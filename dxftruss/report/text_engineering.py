"""The terminal summary's engineering section: the governing members of the envelope,
the worst indicative member checks, self-weight, deflections and moving loads, with
the checks' caution. Every string goes through ``text._text`` (escaped, never markup)."""

from __future__ import annotations

from typing import TYPE_CHECKING, Any

import numpy as np

from ..checks import CHECKS_CAUTION
from ..model import joint_id, member_id

if TYPE_CHECKING:
    from ..result import Result

#: rows of each engineering table in the terminal (the JSON and PDF have more)
ROWS = 5


def engineering_summary(result: Result, con: Any, text: Any, fmt: Any) -> None:
    """Print the engineering tables to the rich console ``con`` (``text`` makes an
    escaped Text, ``fmt`` formats a number)."""
    from rich import box
    from rich.table import Table

    eng = result.engineering
    if eng is None or not (result.cases or eng.moving):
        return
    t = result.truss
    if len(eng.envelope.sources) < 2 and not (eng.checks or eng.deflections or eng.moving or t.self_weight):
        return  # one case and nothing else: its row in the load-case table says it all
    fu = t.force_unit
    unit = result.source.length_unit
    env = eng.envelope
    names = [s.name for s in env.sources]
    top = env.top(ROWS) if len(names) > 1 else []
    if top:
        tab = Table(
            box=box.SIMPLE_HEAD,
            title=f"envelope: governing members ({fu}; over {len(names)} cases, combinations and moving loads)",
            title_justify="left",
            pad_edge=False,
        )
        for col in ("member", "largest tension", "from", "largest compression", "from"):
            tab.add_column(col)
        for e in top:
            ts, cs = int(env.tension_source[e]), int(env.compression_source[e])
            tab.add_row(
                text(member_id(e)),
                text(fmt(env.tension[e]) if env.tension[e] > 0 else "-"),
                text(_where(names, ts, env.tension_station[e], unit) if env.tension[e] > 0 else ""),
                text(fmt(env.compression[e]) if env.compression[e] < 0 else "-"),
                text(_where(names, cs, env.compression_station[e], unit) if env.compression[e] < 0 else ""),
            )
        con.print(tab)
    ch = eng.checks
    if ch is not None:
        order = [int(e) for e in np.argsort(-np.nan_to_num(ch.ratio, nan=-1.0), kind="stable")[:ROWS]]
        order = [e for e in order if np.isfinite(ch.ratio[e])]
        tab = Table(
            box=box.SIMPLE_HEAD,
            title=f"indicative member checks (ratio limit {ch.limit:g}, slenderness limit {ch.slenderness_limit:g})",
            title_justify="left",
            pad_edge=False,
        )
        for col in ("member", "ratio", "governs", f"N_cr ({fu})", "L/r", "stress (MPa)"):
            tab.add_column(col)
        for e in order:
            stress = np.nanmax(np.abs([ch.stress_t[e], ch.stress_c[e]])) / 1e6
            flag = " OVER" if ch.ratio[e] > ch.limit else ""
            tab.add_row(
                text(member_id(e)),
                text(f"{ch.ratio[e]:.3g}{flag}"),
                text(ch.kind[e]),
                text(fmt(ch.euler[e]) if np.isfinite(ch.euler[e]) else "-"),
                text(f"{ch.slenderness[e]:.4g}" if np.isfinite(ch.slenderness[e]) else "-"),
                text(f"{stress:.4g}"),
            )
        if order:
            con.print(tab)
        without = int(np.count_nonzero(~eng.sections.given)) if eng.sections is not None else 0
        if without:
            con.print(text(f"{without} member(s) have no section: no check for them (see assumed-stiffness)"))
    sw = t.self_weight
    if sw is not None:
        parts = ", ".join(f"{result.part_name(k)} {fmt(w)} {fu}" for k, w in enumerate(sw.per_part))
        con.print(text(f"self-weight (case '{sw.case}'): {fmt(sum(sw.per_part))} {fu} in all; per part: {parts}"))
    if eng.deflections:
        tab = Table(
            box=box.SIMPLE_HEAD,
            title=f"largest deflection per part ({unit}; stiffness solution with the sections)",
            title_justify="left",
            pad_edge=False,
        )
        for col in ("case", "part", "joint", "dy", "span / deflection"):
            tab.add_column(col)
        for d in eng.deflections[: 3 * ROWS]:
            tab.add_row(
                text(d.case),
                text(result.part_name(d.part)),
                text(joint_id(d.joint)),
                text(fmt(d.dy)),
                text(f"{d.ratio:.0f} (span {fmt(d.span)} between {d.span_from})" if d.ratio else "-"),
            )
        con.print(tab)
    for mv in eng.moving:
        ext = mv.extremes
        members = mv.members if mv.complete else t.parts[mv.part].members
        worst = sorted(
            (int(e) for e in members),
            key=lambda e: -max(abs(np.nan_to_num(ext.tmax[e])), abs(np.nan_to_num(ext.cmin[e]))),
        )[:3]
        axles = " + ".join(fmt(v) for v in mv.vehicle.loads)

        def extreme(e: int, ext: Any = ext) -> str:
            out = []
            if ext.tmax[e] > 0:
                out.append(f"+{fmt(ext.tmax[e])} with the front axle at {fmt(ext.tmax_at[e])}")
            if ext.cmin[e] < 0:
                out.append(f"{fmt(ext.cmin[e])} with the front axle at {fmt(ext.cmin_at[e])}")
            return f"{member_id(e)} " + " and ".join(out)

        said = "; ".join(extreme(e) for e in worst)
        con.print(
            text(
                f"moving load '{mv.name}' ({axles} {fu}, {mv.positions} positions on {len(mv.panel_joints)} panel "
                f"points): {said} ({unit} from the start of the chord)"
            )
        )
    con.print(text("caution: " + CHECKS_CAUTION, "italic"))


def _where(names: list[str], k: int, station: float, unit: str) -> str:
    if k < 0:
        return ""
    return names[k] + (f" at {station:.4g} {unit}" if np.isfinite(station) else "")
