@dataclass
class _Inserts:
    """The INSERTs of one layout as a table (row i = i-th INSERT), in the layout's own
    coordinates. Matrices map block coordinates to the layout (row-vector convention,
    as ezdxf's ``Insert.matrix44()``); they are computed for all rows at once."""

    name: list[str] = field(default_factory=list)
    layer: list[str] = field(default_factory=list)
    handle: list[str] = field(default_factory=list)
    pos: list[int] = field(default_factory=list)
    # per row: x/y/z scale, rotation (deg), insertion point, block base point (NaN if slow)
    params: list[tuple[float, ...]] = field(default_factory=list)
    slow: dict[int, tuple[np.ndarray, tuple[float, float, float]]] = field(default_factory=dict)
    # MINSERT rows: rows, columns, row / column spacing, rotation (deg), OCS x and y axes in WCS
    grid: dict[int, tuple[int, int, float, float, float, tuple[float, ...], tuple[float, ...]]] = field(
        default_factory=dict
    )
    #: per row with attributes: (ATTRIB entity, handle, layer, position in the layout)
    attribs: dict[int, list[tuple[Any, str, str, tuple[float, float, float]]]] = field(default_factory=dict)
    mats: np.ndarray = field(default_factory=lambda: np.zeros((0, 4, 4)))
    point: np.ndarray = field(default_factory=lambda: np.zeros((0, 3)))
    handles: np.ndarray = field(default_factory=lambda: np.zeros(0, dtype=object))
    order: np.ndarray = field(default_factory=lambda: np.zeros(0, dtype=np.int64))

    def finish(self) -> None:
        """Block -> layout matrices for every row (closed form for extrusion +Z:
        scale, then rotate about z, then move so the base point lands on the
        insertion point; other extrusions use ezdxf's matrix44)."""
        k = len(self.name)
        p = np.asarray(self.params, dtype=float).reshape(k, 10)
        sx, sy, sz, rot = p[:, 0], p[:, 1], p[:, 2], np.radians(p[:, 3])
        ca, sa = np.cos(rot), np.sin(rot)
        m = np.zeros((k, 4, 4))
        m[:, 0, 0], m[:, 0, 1] = sx * ca, sx * sa
        m[:, 1, 0], m[:, 1, 1] = -sy * sa, sy * ca
        m[:, 2, 2] = sz
        m[:, 3, :3] = p[:, 4:7] - np.einsum("ki,kij->kj", p[:, 7:10], m[:, :3, :3])
        m[:, 3, 3] = 1.0
        point = p[:, 4:7].copy()
        for i, (mat, pt) in self.slow.items():
            m[i] = mat
            point[i] = pt
        self.mats = m
        self.point = point
        self.handles = np.array(self.handle, dtype=object).reshape(k)
        self.order = np.array(self.pos, dtype=np.int64).reshape(k)
        self.params = []

    def cells(self, i: int) -> int:
        g = self.grid.get(i)
        if g is None:
            return 1
        rows, cols, rs, cs = g[:4]
        return max(rows if rs else 1, 0) * max(cols if cs else 1, 0)

    def cell_matrices(self, i: int) -> np.ndarray:
        """(c, 4, 4) matrices, one per distinct MINSERT cell (as ezdxf's multi_insert:
        the grid offset is rotated with the INSERT in its OCS and not scaled)."""
        g = self.grid.get(i)
        if g is None:
            return self.mats[i][None]
        rows, cols, rs, cs, rotation, ux, uy = g
        # a zero (or negative) count in either direction is an empty array: build nothing,
        # not a billion offsets along the other direction
        n_rows, n_cols = max(rows if rs else 1, 0), max(cols if cs else 1, 0)
        if n_rows == 0 or n_cols == 0:
            return np.zeros((0, 4, 4))
        r = np.arange(n_rows, dtype=float) * rs
        c = np.arange(n_cols, dtype=float) * cs
        ox = np.tile(c, len(r))
        oy = np.repeat(r, len(c))
        a = math.radians(rotation)
        ca, sa = math.cos(a), math.sin(a)
        rx, ry = ox * ca - oy * sa, ox * sa + oy * ca
        d = rx[:, None] * np.asarray(ux) + ry[:, None] * np.asarray(uy)
        mats = np.repeat(self.mats[i][None], len(d), axis=0)
        mats[:, 3, :3] += d
        return mats


@dataclass
class _Content:
    """One layout's entities as arrays in the layout's own coordinates."""

    n_entities: int = 0
    # line work entities (LINE, LWPOLYLINE, 2-D / 3-D POLYLINE)
    ent_type: list[str] = field(default_factory=list)
    ent_handle: list[str] = field(default_factory=list)
    ent_layer: list[str] = field(default_factory=list)
    ent_pos: list[int] = field(default_factory=list)
    ent_nseg: list[int] = field(default_factory=list)
    ent_tilted: list[bool] = field(default_factory=list)
    ent_bad: list[str] = field(default_factory=list)  # why the entity is unusable, "" if fine
    # straight segments: two Vec3 per segment while reading, (k, 6) after finish()
    points: list[Any] = field(default_factory=list)
    seg_ent: list[int] | np.ndarray = field(default_factory=list)
    seg: np.ndarray = field(default_factory=lambda: np.zeros((0, 6)))
    # (entity index, arc count, first arc midpoint, spline-fit)
    arcs: list[tuple[int, int, tuple[float, float, float], bool]] = field(default_factory=list)
    # POINT / CIRCLE: (type, handle, layer, point, pos)
    marks: list[tuple[str, str, str, tuple[float, float, float], int]] = field(default_factory=list)
    # TEXT / MTEXT: (type, entity, handle, layer, point, pos)
    texts: list[tuple[str, Any, str, str, tuple[float, float, float], int]] = field(default_factory=list)
    inserts: _Inserts = field(default_factory=_Inserts)
    # anything else: (type, layer) -> count
    others: dict[tuple[str, str], int] = field(default_factory=dict)
    # entities that could not be read: (type, handle, layer, reason)
    unreadable: list[tuple[str, str, str, str]] = field(default_factory=list)

    def finish(self) -> None:
        n = len(self.points)
        flat = np.fromiter(chain.from_iterable(self.points), dtype=float, count=3 * n)
        self.seg = flat.reshape(-1, 6)
        self.seg_ent = np.asarray(self.seg_ent, dtype=np.intp)
        self.points = []
        self.inserts.finish()


#: entity types inside block definitions that are not drawn and not reported
_SKIP_IN_BLOCKS = frozenset({"ATTDEF"})  # attribute templates are not drawn


_MISSING_POINT = "an end point is missing in the file (the file may be cut off)"
_NOT_FINITE = "a coordinate is not finite or too large"


class _Extractor:
    """Reads one layout into a _Content; tolerances as attributes."""

    def __init__(self, doc: Any, *, tilt_tol: float) -> None:
        from ezdxf.lldxf.const import DXFError

        self.doc = doc
        self.tilt_tol = tilt_tol
        self.failures: tuple[type[BaseException], ...] = (*_ENTITY_FAILURES, DXFError)
        self.base_points: dict[str, tuple[float, float, float]] = {}

    def base_point(self, name: str) -> tuple[float, float, float]:
        """A block's base point (0, 0, 0 when the block is missing, as ezdxf does)."""
        key = name.upper()
        bp = self.base_points.get(key)
        if bp is None:
            blk = self.doc.blocks.get(name)
            bp = _xyz(blk.block.dxf.base_point) if blk is not None and blk.block is not None else (0.0, 0.0, 0.0)
            self.base_points[key] = bp
        return bp

    def read(self, entities: Iterable[Any], in_block: bool) -> _Content:
        c = _Content()
        pts = c.points
        seg_ent = c.seg_ent
        assert isinstance(seg_ent, list)
        ent_type, ent_handle, ent_layer = c.ent_type, c.ent_handle, c.ent_layer
        ent_pos, ent_nseg, ent_tilted, ent_bad = c.ent_pos, c.ent_nseg, c.ent_tilted, c.ent_bad
        ents = list(entities)
        types = [e.dxftype() for e in ents]
        # hot path: all LINEs at once with list comprehensions over plain attribute reads
        line_pos = [i for i, t in enumerate(types) if t == "LINE"]
        if line_pos:
            dxf = [ents[i].dxf for i in line_pos]
            n = len(dxf)
            pts.extend(chain.from_iterable(zip([d.start for d in dxf], [d.end for d in dxf], strict=True)))
            seg_ent.extend(range(n))
            ent_type.extend(["LINE"] * n)
            ent_handle.extend([d.handle or "" for d in dxf])
            ent_layer.extend([d.layer for d in dxf])
            ent_pos.extend(line_pos)
            ent_nseg.extend([1] * n)
            ent_tilted.extend([False] * n)
            ent_bad.extend([""] * n)
        for pos, (e, t) in enumerate(zip(ents, types, strict=True)):
            if t == "LINE":
                continue
            try:
                if t == "LWPOLYLINE":
                    self._lwpolyline(c, e, pos)
                elif t == "POLYLINE":
                    self._polyline(c, e, pos)
                elif t in ("POINT", "CIRCLE"):
                    d = e.dxf
                    p = d.location if t == "POINT" else e.ocs().to_wcs(d.center)
                    c.marks.append((t, d.handle or "", d.layer, _xyz(p), pos))
                elif t in ("TEXT", "MTEXT"):
                    d = e.dxf
                    p = e.ocs().to_wcs(d.insert) if t == "TEXT" else d.insert
                    c.texts.append((t, e, d.handle or "", d.layer, _xyz(p), pos))
                elif t == "INSERT":
                    self._insert(c.inserts, e, pos)
                elif in_block and t in _SKIP_IN_BLOCKS:
                    pass
                else:
                    key = (t, e.dxf.layer)
                    c.others[key] = c.others.get(key, 0) + 1
            except self.failures as exc:
                d = e.dxf
                c.unreadable.append((t, d.get("handle") or "", d.get("layer", "0"), _one_line(exc, 120)))
        c.n_entities = len(ents)
        c.finish()
        if line_pos:  # a LINE whose end point is missing in the file reads as (0, 0, 0)
            lines = c.seg[: len(line_pos)]
            zero_end = np.all(lines[:, :3] == 0.0, axis=1) | np.all(lines[:, 3:] == 0.0, axis=1)
            for i in np.flatnonzero(zero_end).tolist():
                d = ents[line_pos[i]].dxf
                if not (d.hasattr("start") and d.hasattr("end")):
                    ent_bad[i] = _MISSING_POINT
        return c

    def _tilted(self, extrusion: Any) -> bool:
        ex, ey, ez = _xyz(extrusion)
        return math.hypot(ex, ey) > self.tilt_tol * math.sqrt(ex * ex + ey * ey + ez * ez)

    def _add_polyline(
        self,
        c: _Content,
        e: Any,
        pos: int,
        wcs: list[Any],
        ocs_xyb: list[tuple[float, float, float]] | None,
        elevation: float,
        closed: bool,
        tilted: bool,
        spline_fit: bool = False,
    ) -> None:
        d = e.dxf
        handle, layer, typ = d.handle or "", d.layer, e.dxftype()
        idx = len(c.ent_type)
        n = len(wcs)
        new_points: list[Any] = []  # committed only when the whole entity was read
        pairs = [(i, i + 1) for i in range(n - 1)]
        if closed and n > 1:
            pairs.append((n - 1, 0))
        nseg = 0
        narcs = 0
        first_mid: tuple[float, float, float] | None = None
        bad = ""
        if spline_fit:  # a fitted curve drawn as many short pieces: one curve, not members
            narcs = 1
            first_mid = _xyz(wcs[n // 2]) if n else (math.nan, math.nan, math.nan)
        else:
            ocs = e.ocs() if ocs_xyb is not None else None
            for i, j in pairs:
                bulge = ocs_xyb[i][2] if ocs_xyb is not None else 0.0
                if bulge:
                    if not math.isfinite(bulge):
                        bad = _NOT_FINITE
                    narcs += 1
                    if first_mid is None and ocs is not None and ocs_xyb is not None:
                        first_mid = _arc_midpoint_wcs(ocs, ocs_xyb[i], ocs_xyb[j], elevation)
                    continue
                a, b = wcs[i], wcs[j]
                if _xyz(a) == _xyz(b):  # repeated vertex: not a drawn piece
                    continue
                new_points.append(a)
                new_points.append(b)
                nseg += 1
        c.points.extend(new_points)
        assert isinstance(c.seg_ent, list)
        c.seg_ent.extend([idx] * nseg)
        c.ent_type.append(typ)
        c.ent_handle.append(handle)
        c.ent_layer.append(layer)
        c.ent_pos.append(pos)
        c.ent_nseg.append(nseg)
        c.ent_tilted.append(tilted)
        c.ent_bad.append(bad)
        if narcs:
            assert first_mid is not None
            c.arcs.append((idx, narcs, first_mid, spline_fit))

    def _lwpolyline(self, c: _Content, e: Any, pos: int) -> None:
        xyb = [(float(x), float(y), float(b)) for x, y, b in e.get_points("xyb")]
        wcs = list(e.vertices_in_wcs())
        elevation = float(e.dxf.get("elevation", 0.0))
        self._add_polyline(c, e, pos, wcs, xyb, elevation, e.closed, self._tilted(e.dxf.extrusion))

    def _polyline(self, c: _Content, e: Any, pos: int) -> None:
        if e.is_polygon_mesh or e.is_poly_face_mesh:
            kind = "POLYLINE (polygon mesh)" if e.is_polygon_mesh else "POLYLINE (polyface mesh)"
            key = (kind, e.dxf.layer)
            c.others[key] = c.others.get(key, 0) + 1
            return
        spline_fit = bool(e.dxf.flags & 4)  # SPLINE_FIT_VERTICES_ADDED
        # with fitted vertices only those are drawn, not the frame (flag 16)
        verts = [v for v in e.vertices if not (v.dxf.flags & 16)] if spline_fit else list(e.vertices)
        if e.is_2d_polyline:
            elevation = float(e.dxf.elevation.z)
            xyb = [(float(v.dxf.location.x), float(v.dxf.location.y), float(v.dxf.bulge)) for v in verts]
            ocs = e.ocs()
            wcs = [ocs.to_wcs((x, y, elevation)) for x, y, _ in xyb]
            self._add_polyline(c, e, pos, wcs, xyb, elevation, e.is_closed, self._tilted(e.dxf.extrusion), spline_fit)
        else:  # 3-D polyline: WCS vertices, no bulges
            wcs = [v.dxf.location for v in verts]
            self._add_polyline(c, e, pos, wcs, None, 0.0, e.is_closed, False, spline_fit)

    def _insert(self, t: _Inserts, e: Any, pos: int) -> None:
        d = e.dxf
        name = d.name
        if not isinstance(name, str):
            raise TypeError("INSERT without a block name")
        i = len(t.name)
        layer, handle = d.layer, d.handle or ""
        ex, ey, ez = _xyz(d.extrusion)
        sx, sy, sz = float(d.xscale), float(d.yscale), float(d.zscale)
        rotation = float(d.rotation)
        rows, cols = int(d.row_count), int(d.column_count)
        rs, cs = float(d.row_spacing), float(d.column_spacing)
        p = _xyz(d.insert)
        slow = None
        if ex == 0.0 and ey == 0.0 and ez > 0.0:  # plain extrusion +Z: closed form in finish()
            params = (sx, sy, sz, rotation, *p, *self.base_point(name))
            ux, uy = (1.0, 0.0, 0.0), (0.0, 1.0, 0.0)
        else:
            from ezdxf.math import X_AXIS, Y_AXIS

            ocs = e.ocs()
            params = (math.nan,) * 10
            slow = (np.array(list(e.matrix44()), dtype=float).reshape(4, 4), _xyz(ocs.to_wcs(p)))
            ux, uy = _xyz(ocs.to_wcs(X_AXIS)), _xyz(ocs.to_wcs(Y_AXIS))
        atts = [(a, a.dxf.handle or "", a.dxf.layer, _xyz(a.ocs().to_wcs(a.dxf.insert))) for a in e.attribs]
        # everything read: commit the row
        if atts:
            t.attribs[i] = atts
        t.params.append(params)
        if slow is not None:
            t.slow[i] = slow
        if (rows if rs else 1) * (cols if cs else 1) != 1:
            t.grid[i] = (rows, cols, rs, cs, rotation, ux, uy)
        t.name.append(name)
        t.layer.append(layer)
        t.handle.append(handle)
        t.pos.append(pos)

* Description of the task
Your answer must be the lines above, unchanged, from the first one through the line that holds "from ..result import Result", inclusive, and no others.

* Written reply
filename dxftruss/report/text_engineering.py
"""The terminal summary's engineering section: the governing members of the envelope,
the worst indicative member checks, self-weight, deflections and moving loads, with
the checks' caution. Every string goes through ``text._text`` (escaped, never markup)."""

from __future__ import annotations

from typing import TYPE_CHECKING, Any

import numpy as np

from ..checks import CHECKS_CAUTION
from ..model import joint_id, member_id

if TYPE_CHECKING:
    from ..result import Result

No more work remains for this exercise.